Which lines of the entries contain the string "that"? Please find them and copy them.

──────────

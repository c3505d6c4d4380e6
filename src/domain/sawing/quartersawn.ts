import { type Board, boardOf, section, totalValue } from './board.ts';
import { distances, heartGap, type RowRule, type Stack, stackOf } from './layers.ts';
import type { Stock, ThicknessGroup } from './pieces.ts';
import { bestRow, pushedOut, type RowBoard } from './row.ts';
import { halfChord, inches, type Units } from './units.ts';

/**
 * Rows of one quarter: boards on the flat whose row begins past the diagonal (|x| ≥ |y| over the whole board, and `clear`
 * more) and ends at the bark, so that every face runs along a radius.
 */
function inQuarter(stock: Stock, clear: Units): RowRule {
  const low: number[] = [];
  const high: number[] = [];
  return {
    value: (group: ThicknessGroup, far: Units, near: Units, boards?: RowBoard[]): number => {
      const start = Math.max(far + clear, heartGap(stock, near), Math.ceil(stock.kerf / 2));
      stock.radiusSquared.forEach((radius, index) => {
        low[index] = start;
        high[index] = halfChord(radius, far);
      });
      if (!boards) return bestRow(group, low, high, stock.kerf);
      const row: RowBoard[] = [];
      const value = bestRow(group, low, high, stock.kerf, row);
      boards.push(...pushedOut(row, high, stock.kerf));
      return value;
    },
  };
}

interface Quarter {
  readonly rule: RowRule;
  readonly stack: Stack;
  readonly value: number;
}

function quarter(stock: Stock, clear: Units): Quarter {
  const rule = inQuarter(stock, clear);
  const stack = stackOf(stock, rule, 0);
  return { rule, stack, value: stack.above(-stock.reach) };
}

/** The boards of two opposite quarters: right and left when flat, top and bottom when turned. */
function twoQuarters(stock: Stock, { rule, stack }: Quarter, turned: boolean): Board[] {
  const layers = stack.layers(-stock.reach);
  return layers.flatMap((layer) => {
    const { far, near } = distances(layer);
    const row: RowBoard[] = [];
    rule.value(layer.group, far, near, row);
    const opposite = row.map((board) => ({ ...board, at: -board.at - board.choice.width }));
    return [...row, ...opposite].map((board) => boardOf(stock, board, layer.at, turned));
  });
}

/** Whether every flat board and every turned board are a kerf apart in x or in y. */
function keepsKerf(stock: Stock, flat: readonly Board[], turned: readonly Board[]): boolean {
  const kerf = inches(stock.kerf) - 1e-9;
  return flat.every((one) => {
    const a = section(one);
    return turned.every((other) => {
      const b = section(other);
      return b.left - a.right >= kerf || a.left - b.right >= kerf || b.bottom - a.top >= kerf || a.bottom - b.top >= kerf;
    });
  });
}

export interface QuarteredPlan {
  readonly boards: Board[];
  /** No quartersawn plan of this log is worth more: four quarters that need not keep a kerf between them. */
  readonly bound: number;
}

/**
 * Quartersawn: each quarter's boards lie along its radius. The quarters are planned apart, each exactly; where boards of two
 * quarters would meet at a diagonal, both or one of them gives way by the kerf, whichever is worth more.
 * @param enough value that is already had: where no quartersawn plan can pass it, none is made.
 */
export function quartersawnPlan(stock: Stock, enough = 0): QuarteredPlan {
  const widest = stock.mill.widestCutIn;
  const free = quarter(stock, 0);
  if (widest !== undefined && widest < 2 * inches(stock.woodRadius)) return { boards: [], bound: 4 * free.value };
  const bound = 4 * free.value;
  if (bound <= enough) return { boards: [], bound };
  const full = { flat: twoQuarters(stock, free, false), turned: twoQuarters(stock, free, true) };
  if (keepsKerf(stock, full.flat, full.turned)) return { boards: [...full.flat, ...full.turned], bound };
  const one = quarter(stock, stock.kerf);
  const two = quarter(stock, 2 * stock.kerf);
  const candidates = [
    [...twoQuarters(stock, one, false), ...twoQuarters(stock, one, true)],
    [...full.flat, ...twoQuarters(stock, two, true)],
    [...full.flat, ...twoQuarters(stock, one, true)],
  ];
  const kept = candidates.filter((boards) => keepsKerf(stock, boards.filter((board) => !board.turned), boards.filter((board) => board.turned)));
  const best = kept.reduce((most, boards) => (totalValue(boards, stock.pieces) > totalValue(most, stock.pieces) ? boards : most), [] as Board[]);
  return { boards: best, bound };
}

──────────

Written solution -
 * more) and ends at the bark, so that every face runs along a radius.
  /** No quartersawn plan of this log is worth more: four quarters that need not keep a kerf between them. */
 * @param enough value that is already had: where no quartersawn plan can pass it, none is made.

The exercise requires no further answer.